Dataset records:
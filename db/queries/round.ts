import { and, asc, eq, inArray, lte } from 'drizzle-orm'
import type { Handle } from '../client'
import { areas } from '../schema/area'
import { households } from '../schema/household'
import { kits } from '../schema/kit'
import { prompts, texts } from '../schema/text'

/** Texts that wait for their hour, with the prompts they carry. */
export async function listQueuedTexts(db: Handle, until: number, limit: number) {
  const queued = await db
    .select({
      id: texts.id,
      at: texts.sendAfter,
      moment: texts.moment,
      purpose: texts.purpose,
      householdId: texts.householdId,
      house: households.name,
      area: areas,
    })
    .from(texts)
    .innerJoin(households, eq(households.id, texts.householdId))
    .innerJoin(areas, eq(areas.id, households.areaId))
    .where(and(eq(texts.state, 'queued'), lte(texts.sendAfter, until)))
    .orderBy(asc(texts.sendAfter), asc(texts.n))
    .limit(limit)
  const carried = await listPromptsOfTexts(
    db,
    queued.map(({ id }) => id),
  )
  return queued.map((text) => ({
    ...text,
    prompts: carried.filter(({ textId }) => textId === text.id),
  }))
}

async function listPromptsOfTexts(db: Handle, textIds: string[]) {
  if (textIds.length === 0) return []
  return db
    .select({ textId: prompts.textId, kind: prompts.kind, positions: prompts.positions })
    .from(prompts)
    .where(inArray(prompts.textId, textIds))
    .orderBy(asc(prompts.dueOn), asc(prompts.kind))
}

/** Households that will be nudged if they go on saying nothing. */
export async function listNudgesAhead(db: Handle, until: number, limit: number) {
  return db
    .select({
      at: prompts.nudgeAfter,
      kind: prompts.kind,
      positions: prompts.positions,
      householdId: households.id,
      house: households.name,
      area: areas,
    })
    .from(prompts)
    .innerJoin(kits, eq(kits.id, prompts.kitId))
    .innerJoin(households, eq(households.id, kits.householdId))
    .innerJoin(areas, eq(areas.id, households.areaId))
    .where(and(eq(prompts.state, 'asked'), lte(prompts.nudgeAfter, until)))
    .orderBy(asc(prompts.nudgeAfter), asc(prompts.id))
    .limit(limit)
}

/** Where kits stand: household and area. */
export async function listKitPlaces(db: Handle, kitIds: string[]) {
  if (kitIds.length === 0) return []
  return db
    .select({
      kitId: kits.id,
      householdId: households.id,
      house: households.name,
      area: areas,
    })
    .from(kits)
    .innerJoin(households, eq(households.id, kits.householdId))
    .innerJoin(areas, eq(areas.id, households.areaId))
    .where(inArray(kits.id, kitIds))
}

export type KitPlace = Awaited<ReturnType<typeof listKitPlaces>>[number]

* * *

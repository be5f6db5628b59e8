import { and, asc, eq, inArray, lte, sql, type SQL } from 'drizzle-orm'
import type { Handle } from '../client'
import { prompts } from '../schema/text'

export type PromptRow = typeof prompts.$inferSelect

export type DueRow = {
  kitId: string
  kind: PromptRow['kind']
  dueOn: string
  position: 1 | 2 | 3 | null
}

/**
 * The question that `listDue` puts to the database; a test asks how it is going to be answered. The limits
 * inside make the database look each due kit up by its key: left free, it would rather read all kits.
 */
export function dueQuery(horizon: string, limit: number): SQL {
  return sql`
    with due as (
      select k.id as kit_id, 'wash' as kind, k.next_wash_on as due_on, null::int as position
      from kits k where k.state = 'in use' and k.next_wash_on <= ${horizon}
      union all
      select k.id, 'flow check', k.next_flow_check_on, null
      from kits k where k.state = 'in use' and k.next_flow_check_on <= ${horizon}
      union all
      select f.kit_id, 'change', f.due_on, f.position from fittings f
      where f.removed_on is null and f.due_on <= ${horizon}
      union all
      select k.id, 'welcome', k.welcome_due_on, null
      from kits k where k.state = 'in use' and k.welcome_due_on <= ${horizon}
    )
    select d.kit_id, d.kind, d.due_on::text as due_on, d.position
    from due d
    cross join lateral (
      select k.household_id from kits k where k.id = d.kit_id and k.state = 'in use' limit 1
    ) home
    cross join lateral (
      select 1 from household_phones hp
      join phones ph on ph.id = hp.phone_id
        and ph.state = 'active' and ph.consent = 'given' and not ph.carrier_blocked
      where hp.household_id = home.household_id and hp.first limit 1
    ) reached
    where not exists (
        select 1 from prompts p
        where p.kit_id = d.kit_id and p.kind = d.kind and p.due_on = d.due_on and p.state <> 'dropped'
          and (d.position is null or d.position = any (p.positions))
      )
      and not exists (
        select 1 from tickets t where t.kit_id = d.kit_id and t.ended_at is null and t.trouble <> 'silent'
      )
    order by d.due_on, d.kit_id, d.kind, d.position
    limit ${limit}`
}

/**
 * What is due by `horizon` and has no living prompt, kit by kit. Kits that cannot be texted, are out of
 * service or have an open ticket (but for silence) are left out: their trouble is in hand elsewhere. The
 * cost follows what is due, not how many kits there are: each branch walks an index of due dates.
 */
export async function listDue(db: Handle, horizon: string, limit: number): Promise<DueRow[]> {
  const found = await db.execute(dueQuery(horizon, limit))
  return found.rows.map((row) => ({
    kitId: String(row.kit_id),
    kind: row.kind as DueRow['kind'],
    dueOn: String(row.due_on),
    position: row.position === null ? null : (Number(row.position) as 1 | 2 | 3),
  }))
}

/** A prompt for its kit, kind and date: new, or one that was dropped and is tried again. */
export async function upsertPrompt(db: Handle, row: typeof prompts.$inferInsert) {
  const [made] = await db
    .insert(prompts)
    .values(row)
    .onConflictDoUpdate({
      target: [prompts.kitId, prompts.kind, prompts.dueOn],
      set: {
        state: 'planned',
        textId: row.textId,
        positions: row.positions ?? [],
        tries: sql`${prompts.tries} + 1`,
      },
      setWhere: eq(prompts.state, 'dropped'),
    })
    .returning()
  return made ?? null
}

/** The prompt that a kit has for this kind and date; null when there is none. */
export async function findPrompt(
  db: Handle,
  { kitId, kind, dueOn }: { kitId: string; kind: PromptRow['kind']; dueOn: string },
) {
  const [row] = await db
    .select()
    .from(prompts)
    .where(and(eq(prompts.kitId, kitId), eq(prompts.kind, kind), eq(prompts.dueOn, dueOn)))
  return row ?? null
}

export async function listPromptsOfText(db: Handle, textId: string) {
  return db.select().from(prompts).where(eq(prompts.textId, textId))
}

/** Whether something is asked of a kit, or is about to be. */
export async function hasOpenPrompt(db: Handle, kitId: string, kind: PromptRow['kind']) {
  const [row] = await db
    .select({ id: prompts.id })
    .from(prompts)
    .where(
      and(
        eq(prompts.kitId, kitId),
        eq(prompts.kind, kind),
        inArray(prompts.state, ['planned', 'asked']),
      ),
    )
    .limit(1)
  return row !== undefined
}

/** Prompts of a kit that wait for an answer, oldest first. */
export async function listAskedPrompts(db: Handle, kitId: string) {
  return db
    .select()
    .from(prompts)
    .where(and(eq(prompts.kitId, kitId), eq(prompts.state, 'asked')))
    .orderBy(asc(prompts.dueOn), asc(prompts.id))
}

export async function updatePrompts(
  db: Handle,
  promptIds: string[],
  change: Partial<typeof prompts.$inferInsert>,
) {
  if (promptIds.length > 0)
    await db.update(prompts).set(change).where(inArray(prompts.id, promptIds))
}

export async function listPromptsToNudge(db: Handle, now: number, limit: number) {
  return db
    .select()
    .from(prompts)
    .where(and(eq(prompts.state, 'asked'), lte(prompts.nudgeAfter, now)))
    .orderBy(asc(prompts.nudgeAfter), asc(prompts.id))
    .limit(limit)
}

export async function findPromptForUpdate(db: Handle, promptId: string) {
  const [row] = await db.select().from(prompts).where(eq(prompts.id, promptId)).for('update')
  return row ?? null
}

Problem to work on: Read the entries above and find each line holding the word "first". Copy it out.

Exercise solution:
      where hp.household_id = home.household_id and hp.first limit 1
/** Prompts of a kit that wait for an answer, oldest first. */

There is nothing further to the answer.